With Tony Blair by his side, the president was careful on Thursday to laud the Iraq Study Group’s report, but maintain his stance on troop withdrawals and diplomacy. In particular, Bush said he would not compromise on preconditions for talks with Syria and Iran.
New York Times:
WASHINGTON, Dec. 7—President Bush moved quickly on Thursday to distance himself from the central recommendations of the bipartisan Iraq Study Group: pulling back all combat brigades over the next 15 months and direct talks with Iran and Syria.
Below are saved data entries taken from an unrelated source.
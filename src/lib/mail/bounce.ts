/** Which refusals speak of the address itself. */

/**
 * RFC 3463 3.2 and 3.3: no such mailbox, no such system, bad syntax, mailbox moved, mailbox disabled; RFC 7505 4.2: the domain takes
 * no mail. Everything else (full, too large, policy, the sender) may be different for the next letter.
 */
const DEAD: readonly string[] = ['5.1.1', '5.1.2', '5.1.3', '5.1.6', '5.1.10', '5.2.1']

export const isDeadAddress = (status: string): boolean => DEAD.includes(status)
One day after the independent panel rocked Washington with its bleak assessment of conditions in Iraq, Mr. Bush met at the White House with his closest ally in the war, Prime Minister Tony Blair of Britain. The president said afterward that the United States needs “a new approach” in Iraq and that he would ‘‘seriously consider” the report, but was unlikely to accept all of its recommendations.
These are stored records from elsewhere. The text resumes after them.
/** The one look of all mail: a plain text part and an HTML part of the same words, no remote content, inline figures by content id. */

export interface LetterParts {
  readonly title: string
  readonly paragraphs: readonly string[]
  /** Headed lists of things, each with where it is seen. */
  readonly lists?: readonly { readonly heading: string; readonly items: readonly { readonly text: string; readonly url: string }[] }[]
  /** A line of figures, label and value. */
  readonly figures?: readonly (readonly [label: string, value: string])[]
  readonly image?: { readonly contentId: string; readonly alt: string; readonly widthPx: number }
  readonly actions?: readonly { readonly label: string; readonly url: string }[]
  readonly footer: readonly string[]
}

/** Mail programs ignore style sheets and custom properties, so the zinc set stands here as literals. */
const COLOUR = { ink: '#12262e', soft: '#4d6068', rule: '#c1ccd1', sheet: '#f7f9fa', copper: '#a8481f' }

export function letter(parts: LetterParts): { readonly text: string; readonly html: string } {
  return { text: asText(parts), html: asHtml(parts) }
}

function asText({ title, paragraphs, lists = [], figures = [], image, actions = [], footer }: LetterParts): string {
  const blocks = [
    title,
    ...paragraphs,
    ...lists.map(({ heading, items }) => [heading, ...items.map((item) => `- ${item.text}\n  ${item.url}`)].join('\n')),
    figures.map(([label, value]) => `${label}: ${value}`).join('\n'),
    image?.alt ?? '',
    ...actions.map((action) => `${action.label}: ${action.url}`),
    `--\n${['Dwellhour', ...footer].join('\n')}`,
  ]
  return `${blocks.filter((block) => block !== '').join('\n\n')}\n`
}

function asHtml({ title, paragraphs, lists = [], figures = [], image, actions = [], footer }: LetterParts): string {
  const p = (text: string) => `<p style="margin:0 0 14px">${escapeHtml(text)}</p>`
  const rows = figures.map(
    ([label, value]) =>
      `<tr><td style="padding:6px 16px 6px 0;border-bottom:1px solid ${COLOUR.rule}">${escapeHtml(label)}</td><td style="padding:6px 0;border-bottom:1px solid ${COLOUR.rule};font-weight:bold">${escapeHtml(value)}</td></tr>`,
  )
  const listed = lists.map(({ heading, items }) => {
    const rows = items.map(
      ({ text, url }) => `<li style="margin:0 0 8px"><a href="${escapeHtml(url)}" style="color:${COLOUR.ink}">${escapeHtml(text)}</a></li>`,
    )
    return `<h2 style="margin:0 0 8px;font-size:16px;font-weight:bold">${escapeHtml(heading)}</h2><ul style="margin:0 0 18px;padding:0 0 0 20px">${rows.join('')}</ul>`
  })
  const links = actions.map(
    (action) =>
      `<a href="${escapeHtml(action.url)}" style="display:inline-block;margin:0 10px 10px 0;padding:12px 18px;border:2px solid ${COLOUR.ink};color:${COLOUR.ink};font-weight:bold;text-decoration:none">${escapeHtml(action.label)}</a>`,
  )
  return `<!doctype html><html lang="en"><head><meta charset="utf-8"><meta name="viewport" content="width=device-width"><title>${escapeHtml(title)}</title></head>
<body style="margin:0;background:${COLOUR.sheet};color:${COLOUR.ink};font:16px/1.45 Lato,'Helvetica Neue',Arial,sans-serif">
<div style="max-width:560px;margin:0 auto;padding:24px">
<p style="margin:0 0 20px;font-weight:900">Dwell<span style="color:${COLOUR.copper}">hour</span></p>
<h1 style="margin:0 0 16px;font-size:26px;line-height:1.2;font-weight:300">${escapeHtml(title)}</h1>
${paragraphs.map(p).join('\n')}
${listed.join('\n')}
${rows.length > 0 ? `<table style="border-collapse:collapse;margin:0 0 18px">${rows.join('')}</table>` : ''}
${image ? `<p style="margin:0 0 18px"><img src="cid:${image.contentId}" alt="${escapeHtml(image.alt)}" width="${image.widthPx}" style="max-width:100%;height:auto"></p>` : ''}
<p style="margin:0 0 8px">${links.join('')}</p>
<p style="margin:24px 0 0;padding-top:12px;border-top:1px solid ${COLOUR.rule};color:${COLOUR.soft};font-size:13px">${footer.map(escapeHtml).join('<br>')}</p>
</div></body></html>`
}

export const escapeHtml = (text: string): string =>
  text.replaceAll('&', '&amp;').replaceAll('<', '&lt;').replaceAll('>', '&gt;').replaceAll('"', '&quot;').replaceAll("'", '&#39;')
At the other end of Pennsylvania Avenue, the co-chairmen of the panel, James A. Baker III and Lee H. Hamilton, called on Congress to exert pressure on Mr. Bush to accept the report in its entirety. Mr. Baker told the Senate Armed Services Committee that the White House should not treat the report “like a fruit salad,” while Mr. Hamilton complained that Congress had been ‘‘extremely timid” in overseeing the war.
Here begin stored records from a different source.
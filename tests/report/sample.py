"""Results trees to render: the birth-weight data and reference values of tests/reference.

Estimates, intervals and tests are those of birthwt.json; counts are counted from birthwt.csv.
The study around them is invented.
"""

from __future__ import annotations

import csv
import itertools
import json
import math
from collections.abc import Callable, Sequence
from dataclasses import replace
from pathlib import Path
from typing import Any

import numpy as np

from fourfold.results import tree

REFERENCE = Path(__file__).parents[1] / "reference"
CASE: dict[str, Any] = json.loads((REFERENCE / "birthwt.json").read_text(encoding="utf-8"))
LABELS = {
    "low": "Low birth weight",
    "smoke": "Mother smoked",
    "age": "Mother’s age",
    "lwt": "Mother’s weight",
    "race": "Group",
    "ptl": "Earlier preterm labours",
    "ht": "History of hypertension",
    "ui": "Uterine irritability",
}
LEVELS = ["white", "black", "other"]
DESCRIPTION = """study:
  title: Smoking and low birth weight, Tarn Valley
  design: cohort   # <b>not markup</b> {{ not a template }}
outcome: low
"""


def rows() -> list[dict[str, str]]:
    with (REFERENCE / "birthwt.csv").open(encoding="utf-8", newline="") as file:
        return list(csv.DictReader(file))


ROWS = rows()
Test = Callable[[dict[str, str]], bool]


def count(*tests: Test) -> int:
    return sum(all(test(row) for test in tests) for row in ROWS)


def is_(name: str, value: str) -> Test:
    return lambda row: row[name] == value


EVENT, NO_EVENT = is_("low", "yes"), is_("low", "no")


def variables(prediction: bool = False) -> list[tree.Variable]:
    lead, rest = ("predictor", "predictor") if prediction else ("exposure", "covariate")
    binary: dict[str, Any] = {"kind": "binary", "present": "yes", "reference": "no", "levels": ["no", "yes"]}
    return [
        tree.Variable(name="low", label=LABELS["low"], role="outcome", **binary),
        tree.Variable(name="smoke", label=LABELS["smoke"], role=lead, **binary),
        tree.Variable(
            name="age",
            label=LABELS["age"],
            role=rest,
            kind="quantity",
            unit="years",
            per=5.0,
            reason="Older mothers smoke less",
            planned=True,
        ),
        tree.Variable(name="lwt", label=LABELS["lwt"], role=rest, kind="quantity", unit="pounds", per=10.0),
        tree.Variable(
            name="race",
            label=LABELS["race"],
            role=rest,
            kind="category",
            levels=LEVELS,
            reference="white",
            reference_rule="most frequent",
        ),
        tree.Variable(name="ptl", label=LABELS["ptl"], role=rest, kind="quantity", per=1.0),
        tree.Variable(name="ht", label=LABELS["ht"], role=rest, **binary),
        tree.Variable(name="ui", label=LABELS["ui"], role=rest, **binary),
    ]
But Mr. Bush, in his first extended comments on the study, pushed back. With Mr. Blair by his side, the president said he needed to be “flexible and realistic” in considering troop movements, and made clear he would impose preconditions for talking to Iran and Syria that neither side is willing to accept. He was especially animated in describing what he said would be the consequences of a failure to stabilize Iraq, saying that future generations of Americans would be put at risk.